Let M be a unital R-module with $S\subseteq M$ a generating set, that is =M, then there exists a free R module F such that with basis B such that:
- |S|=|B| and
- $\exists \phi \in Hom_R(F,M)$ such that $\phi$ is onto
My idea so far has been to simply take B to be equal to S and define $\phi$ by the R module homomorphism created by extending the identity map on S to F, so by $\phi :F \rightarrow M$ is an homomorphism and it’s onto since S generates M Then if you let N be and R module and $\psi :B \rightarrow N$ be any set map. Then we want to show F is free, so we want to show there exists a singular R module homomorphism $\phi$ from F to N that extends $\psi$. Let $\phi(s)=\psi(s)$ for any $s \in S$. Then $\phi(rs)=r\phi (s)=r \psi (s)$ so $\phi$ extends $\psi$ for and $s \in S, r\in R$. Since any such homomorphism must agree with $\psi$ on S, which determines $\phi$ uniquely, it’s the unique R module homomorphism that extends $\psi$, So |B|=|S| and F is a free module with onto homomorphism from F to M
I think you can use a different characterization of free $R$-modules. While the universal property is certainly nice, an equivalent (assuming $R$ has an identity and all modules are unitary) definition for an $R$-module $F$ to be free is that $F$ must have a basis.

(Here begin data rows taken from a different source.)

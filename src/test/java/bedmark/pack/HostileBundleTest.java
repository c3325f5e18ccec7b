package bedmark.pack;

import static org.junit.jupiter.api.Assertions.assertEquals;

import bedmark.document.Branch;
import bedmark.document.Node;
import bedmark.document.Pointer;
import bedmark.journal.Progress;
import bedmark.json.JsonWriter;
import bedmark.survey.Bundle;
import java.io.ByteArrayOutputStream;
import java.io.IOException;
import java.math.BigDecimal;
import java.nio.ByteBuffer;
import java.nio.charset.StandardCharsets;
import java.nio.file.Files;
import java.nio.file.Path;
import java.util.Arrays;
import java.util.LinkedHashMap;
import java.util.List;
import java.util.Map;
import java.util.stream.Stream;
import java.util.zip.CRC32;
import org.junit.jupiter.api.BeforeAll;
import org.junit.jupiter.api.BeforeEach;
import org.junit.jupiter.api.DynamicTest;
import org.junit.jupiter.api.Test;
import org.junit.jupiter.api.TestFactory;
import org.junit.jupiter.api.io.TempDir;

/** Sound, signed bags whose bundle or photos are not. */
class HostileBundleTest {
    @TempDir
    static Path store;
    private static DeviceKey key;

    @TempDir
    Path folder;
    private BagForge bag;

    @BeforeAll
    static void makeKey() {
        key = DeviceKey.of(store);
    }

    @BeforeEach
    void makeBag() {
        bag = new BagForge(key);
    }

    private void refused(String code, byte[] bundle) throws IOException {
        bag.payload.put("data/bundle.json", bundle);
        Packs.assertRefused(code, folder, ZipForge.of(bag.files()).build());
    }

    private void refused(String code, Branch bundle) throws IOException {
        refused(code, JsonWriter.indented(bundle));
    }

    /** Only the photo is another; the bundle names it rightly. */
    private void refusedPhoto(String code, byte[] photo) throws IOException {
        bag.payload.put("data/photos/a.png", photo);
        refused(code, Samples.bundle(Map.of("a.png", photo)).document());
    }

    @TestFactory
    Stream<DynamicTest> whatIsNoStrictJsonIsRefused() {
        String sound = new String(bag.payload.get("data/bundle.json"), StandardCharsets.UTF_8);
        Map<String, String> texts = new LinkedHashMap<>();
        texts.put("key twice", sound.replaceFirst("\\{", "{\"version\": 1,"));
        texts.put("depth", sound.replaceFirst("\\{", "{\"x\": " + "[".repeat(5000) + "]".repeat(5000) + ","));
        texts.put("huge exponent", sound.replaceFirst("\"version\": 1", "\"version\": 1e999999999"));
        texts.put("exponent beyond a decimal", sound.replaceFirst("\"version\": 1", "\"version\": 1e99999999999"));
        texts.put("not a number", sound.replaceFirst("\"version\": 1", "\"version\": NaN"));
        texts.put("lone surrogate", sound.replaceFirst("\"t1\"", "\"\\\\ud800\""));
        texts.put("trailing text", sound + "{}");
        texts.put("cut off", sound.substring(0, sound.length() - 3));
        return texts.entrySet().stream().map(text -> DynamicTest.dynamicTest(text.getKey(),
                () -> refused("json-unreadable", text.getValue().getBytes(StandardCharsets.UTF_8))));
    }

    @Test
    void badUtf8IsRefused() throws IOException {
        byte[] text = bag.payload.get("data/bundle.json").clone();
        text[text.length - 4] = (byte) 0xC3;
        refused("json-not-utf8", text);
    }

    @Test
    void otherVersionsAndUnknownTransfersAreRefused() throws IOException {
        Branch sound = Samples.bundle(Map.of("a.png", BagForge.PHOTO)).document();
        refused("version-unknown", sound.with("version", Node.number(2)));
        refused("version-unknown", sound.with("version", Node.number(0x1_0000_0001L)));
        refused("format-unknown", sound.with("format", "bedmark.other"));
        refused("transfer-unknown", sound.with("surveys", Node.Series.of(
                sound.branches("surveys").get(0).with("transfer", "t2"))));
    }

    /** Whatever reads bundles later refuses through the same door. */
    @Test
    void theBundleIsReadInOnePlaceThatCanBeExchanged() throws IOException {
        Path file = Files.write(folder.resolve("sound.zip"), ZipForge.of(bag.files()).build());
        Bundle other = Samples.bundle(Map.of("a.png", BagForge.PHOTO));
        assertEquals(other, new PackReader(PackLimits.STANDARD, bytes -> other).open(file, Progress.NONE).bundle());
    }

    @Test
    void photosMustBeThoseThatTheBundleNames() throws IOException {
        refused("pack-photo-differs", Samples.bundle(Map.of("a.png", Samples.png(5, 5))).document());
        refused("pack-photo-missing", Samples.bundle(Map.of("b.png", BagForge.PHOTO)).document());
        refused("pack-photo-unclaimed", Samples.bundle(Map.of()).document());
        Branch claim = Samples.claim("a.png", BagForge.PHOTO);
        refused("pack-photo-differs", Samples.bundle(List.of(claim.with("bytes", Node.number(1)))).document());
        refused("pack-photo-claim-wrong", Samples.bundle(List.of(claim.with("sha256", "00"))).document());
        refused("pack-photo-claim-wrong", Samples.bundle(List.of(
                claim.with("bytes", Node.number(new BigDecimal("0.5"))))).document());
        refused("pack-photo-claims-differ", Samples.bundle(List.of(claim,
                claim.with("bytes", Node.number(1)))).document());
        refused("zip-name-clash", Samples.bundle(List.of(claim, claim.with("file", "A.png"))).document());
        refused("name-parent", Samples.bundle(List.of(claim.with("file", "../a.png"))).document());
        for (String key : List.of("file", "sha256", "bytes")) {
            refused("key-absent", Samples.bundle(List.of(claim.without(key))).document());
            refused("kind-wrong", Samples.bundle(List.of(claim.with(key, Node.flag(true)))).document());
        }
    }

    @Test
    void aRefusedClaimSaysWhere() throws IOException {
        bag.payload.put("data/bundle.json", JsonWriter.indented(Samples.bundle(List.of(
                Samples.claim("a.png", BagForge.PHOTO).without("sha256"))).document()));
        assertEquals(Pointer.parse("/surveys/0/photos/0/sha256").toString(),
                Packs.assertRefused("key-absent", folder, ZipForge.of(bag.files()).build()).defect().where());
    }

    @Test
    void whatIsNoPhotoIsRefused() throws IOException {
        refusedPhoto("pack-photo-kind", BagForge.text("<svg xmlns=\"http://www.w3.org/2000/svg\"/>"));
        refusedPhoto("pack-photo-kind", BagForge.text("MZ no picture"));
        refusedPhoto("pack-photo-damaged", new byte[0]);
        refusedPhoto("pack-photo-damaged", Arrays.copyOf(BagForge.PHOTO, 20));
        refusedPhoto("zip-nested-archive", ZipForge.of(Map.of("x", new byte[1])).build());
    }

    @Test
    void decompressionBombsAreRefused() throws IOException {
        refusedPhoto("pack-photo-too-large", pngOf(50_000, 50_000));
        refusedPhoto("pack-photo-too-large", pngOf(1, 0x7FFF_FFFF));
        refusedPhoto("pack-photo-too-large", pngOf(-1, -1));
        refusedPhoto("pack-photo-too-large", jpegOf(65_000, 10));
        refusedPhoto("pack-photo-too-large", jpegOf(29_000, 29_000));
    }

    /** A PNG that is tiny in the file and huge in memory. */
    private static byte[] pngOf(int width, int height) {
        byte[] photo = BagForge.PHOTO.clone();
        ByteBuffer buffer = ByteBuffer.wrap(photo).putInt(16, width).putInt(20, height);
        CRC32 crc = new CRC32();
        crc.update(photo, 12, 17);
        buffer.putInt(29, (int) crc.getValue());
        return photo;
    }

    private static byte[] jpegOf(int width, int height) {
        ByteArrayOutputStream bytes = new ByteArrayOutputStream();
        bytes.writeBytes(new byte[] {(byte) 0xFF, (byte) 0xD8, (byte) 0xFF, (byte) 0xE1, 0, 4, 1, 2,
            (byte) 0xFF, (byte) 0xC2, 0, 11, 8});
        bytes.writeBytes(ByteBuffer.allocate(4).putShort((short) height).putShort((short) width).array());
        bytes.writeBytes(new byte[] {1, 1, 0x11, 0, (byte) 0xFF, (byte) 0xD9});
        return bytes.toByteArray();
    }
}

With that in mind, let $$F= \sum\limits_{s\in S} R,$$ where the copies of $R$ are indexed by the set $S$. For each $s\in S$, let $\delta_s$ be the element $\{r_i\}\in F$ where $r_i=1$ if $i=s$ and $r_i =0$ otherwise. The set $\{\delta_s\}_{s\in S}$ is a basis $B$ for $F$, and by our construction, $|B|=|S|$.
For your map $\phi$, then, try extending a bijection from $B$ onto $S$ linearly.